3-D Tissue Model Could Sharpen Search for Zika Virus Drugs
The Zika virus causes birth defects and neurological disorders, and it can infect the eye. Researchers from NCATS and the National Eye Institute have created a 3-D retina tissue model to test promising drug compounds against Zika. As reported in PLOS ONE, one compound treated Zika infection in the model and partially restored the eye tissue’s function. The model could help predict which Zika treatments might work in people.

February 2021

Building Lung Tissue Models to Speed Virus Drug Testing
Assays used to find drugs with antiviral activity often are not measuring how a drug behaves in the human body, including its ability to halt the virus from infecting cells and how variant mutations affect this ability and disease severity.
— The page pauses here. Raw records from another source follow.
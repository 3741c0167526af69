'use client';

import { useCallback, useEffect, useMemo, useReducer, useState } from 'react';
import type { ShapeRef } from '@/lib/figures/drawing';
import type { Draft } from '@/lib/model/draft';
import type { FieldError } from '@/lib/model/field-reader';
import { readDraft } from '@/lib/model/read-draft';
import { keepDraft, tryRedundants, writeCalculation } from '../actions';
import { DeskProvider } from './desk-context';
import { changeDraft } from './draft-history';
import { DraftNotices } from './draft-notices';
import { DraftVersions } from './draft-versions';
import type { Shown } from './drawing-tools';
import { FreezeForm } from './freeze-form';
import { KeepingLine } from './keeping-line';
import { LivePage } from './live-page';
import { StepForm } from './step-form';
import { StepList } from './step-list';
import { useKeeping } from './use-keeping';
import { useOpenElement } from './use-open-element';
import { usePlace } from './use-place';
import { useUndoKeys } from './use-undo-keys';
import { useWriting } from './use-writing';
import { writeAtPath } from './write-at-path';
import './desk.css';
import './desk-fields.css';
import './desk-table.css';
import './desk-page.css';
import './desk-versions.css';

export interface DeskProps {
  sheet: { id: string; number: string; nextRevision: number };
  initial: Draft;
  version: number;
  keptAt: string;
  sets: { key: string; title: string }[];
  imprint: string[];
}

/** The screen where one sheet is made: steps in the margin, the step's form, the live page. */
export function Desk({ sheet, initial, version, keptAt, sets, imprint }: DeskProps) {
  const [history, dispatch] = useReducer(changeDraft, { past: [], present: initial, future: [] });
  const draft = history.present;
  const place = usePlace();
  const { step, zone, caseIndex, goTo } = place;
  const [shown, setShown] = useState<Shown>('structure');
  const [visited, setVisited] = useState<ReadonlySet<string>>(new Set());
  const [lit, setLit] = useState<ShapeRef | undefined>();

  const keep = useCallback((at: number, d: Draft) => keepDraft(sheet.id, at, d), [sheet.id]);
  const keeping = useKeeping(sheet.id, draft, { version, keptAt }, keep);
  const overlay = shown === 'structure' ? 'M' : shown;
  const { writing, pages, late } = useWriting(draft, overlay, writeCalculation);
  useUndoKeys(dispatch);

  const errors = useMemo((): FieldError[] => {
    const read = readDraft(draft);
    if (!read.ok) return read.errors;
    return writing?.state === 'refused' && writing.refusal.place.path
      ? [{ path: writing.refusal.place.path, message: writing.refusal.message }]
      : [];
  }, [draft, writing]);

  // The tables speak of joints; a support is lit as its joint.
  const light = useCallback(
    (ref: ShapeRef | undefined) => setLit(ref?.of === 'support' ? { of: 'joint', id: ref.id } : ref),
    [],
  );
  const change = useCallback(
    (name: string, apply: (d: Draft) => Draft) =>
      dispatch({ type: 'edit', path: name, at: Date.now(), apply }),
    [],
  );
  const open = useOpenElement({ draft, caseIndex, change, goTo });
  const desk = useMemo(
    () => ({
      draft,
      errors,
      visited,
      lit,
      light,
      open,
      goTo,
      change,
      edit: (path: string, value: unknown) => change(path, (d) => writeAtPath(d, path, value)),
      visit: (path: string) => setVisited((v) => (v.has(path) ? v : new Set(v).add(path))),
    }),
    [draft, errors, visited, lit, light, open, goTo, change],
  );
  useEffect(() => {
    if (caseIndex > 0 && caseIndex >= draft.cases.length) place.setCase(Math.max(0, draft.cases.length - 1));
  }, [caseIndex, draft.cases.length, place.setCase]);
  const replace = (next: Draft) => dispatch({ type: 'replace', draft: next });

  return (
    <DeskProvider value={desk}>
      <aside className="margin deskmargin" data-zone={zone}>
        <div className="bigno">{sheet.number}</div>
        <div className="under">{draft.title}</div>
        <StepList
          draft={draft}
          current={step}
          onStep={(key) => {
            place.goStep(key);
          }}
          errors={errors}
          writing={writing}
        />
        <div className="mgfoot">
          <DraftVersions sheetId={sheet.id} draft={draft} onReturn={replace} />
        </div>
        <FreezeForm
          sheetId={sheet.id}
          number={sheet.nextRevision}
          ready={writing?.state === 'written'}
          handOver={keeping.handOver}
        />
      </aside>
      <main id="main" className="deskmain" data-zone={zone}>
        <div className="zones">
          <div className="in form">
            <DraftNotices
              sheetId={sheet.id}
              version={version}
              state={keeping.state}
              goOn={keeping.goOn}
              replace={replace}
            />
            <StepForm
              step={step}
              writing={writing}
              pages={pages}
              sets={sets}
              caseIndex={caseIndex}
              onCase={place.setCase}
              shown={shown}
              onShow={setShown}
              tryOut={(q) => tryRedundants(draft, q)}
            />
          </div>
          <LivePage
            sheet={sheet.number}
            step={step}
            caseIndex={caseIndex}
            writing={writing}
            pages={pages}
            late={late}
            errors={errors}
          />
        </div>
      </main>
      <nav className="three" aria-label="Parts of the desk">
        {(['steps', 'form', 'page'] as const).map((z) => (
          <button
            key={z}
            type="button"
            aria-current={z === zone ? 'true' : undefined}
            onClick={() => place.setZone(z)}
          >
            {z === 'steps' ? 'Steps' : z === 'form' ? 'Form' : 'Page'}
          </button>
        ))}
      </nav>
      <footer className="imprint">
        {imprint.map((part) => (
          <span key={part}>{part}</span>
        ))}
        <span className="end">
          <KeepingLine state={keeping.state} />
        </span>
      </footer>
    </DeskProvider>
  );
}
To solve this challenge, NCATS scientists are developing a cadre of new 3-D tissue models to examine how respiratory viruses like the SARS-CoV-2 virus and influenza viruses can infect the lungs and other tissues and cause disease.

December 2018

NCATS Announces NIH HEAL Initiative-Related Funding Opportunities
NCATS announced several new funding opportunities through The NIH Helping to End Addiction Long-termSM Initiative, or NIH HEAL InitiativeSM. Through RFA-TR-19-005, NCATS is supporting collaborations with the external research community to develop and use 3-D biofabricated tissue models as new drug screening platforms to advance preclinical discovery and development of non-addictive treatments for pain, opioid use disorder and overdose. NCATS intends to fund approximately two to three awards for a total of $1.5 million in fiscal year 2019.

September 2018

3-D Tissue Bioprinting: An Emerging Path to Better Drug Development
NCATS scientists are developing 3-D tissue models that more closely mimic the complexity of tissues in the human body in a reproducible, automated and scalable manner using bioprinting techniques. These innovative, human-like tissue models are used for compound testing and could accelerate drug development for treatments of both rare and common diseases.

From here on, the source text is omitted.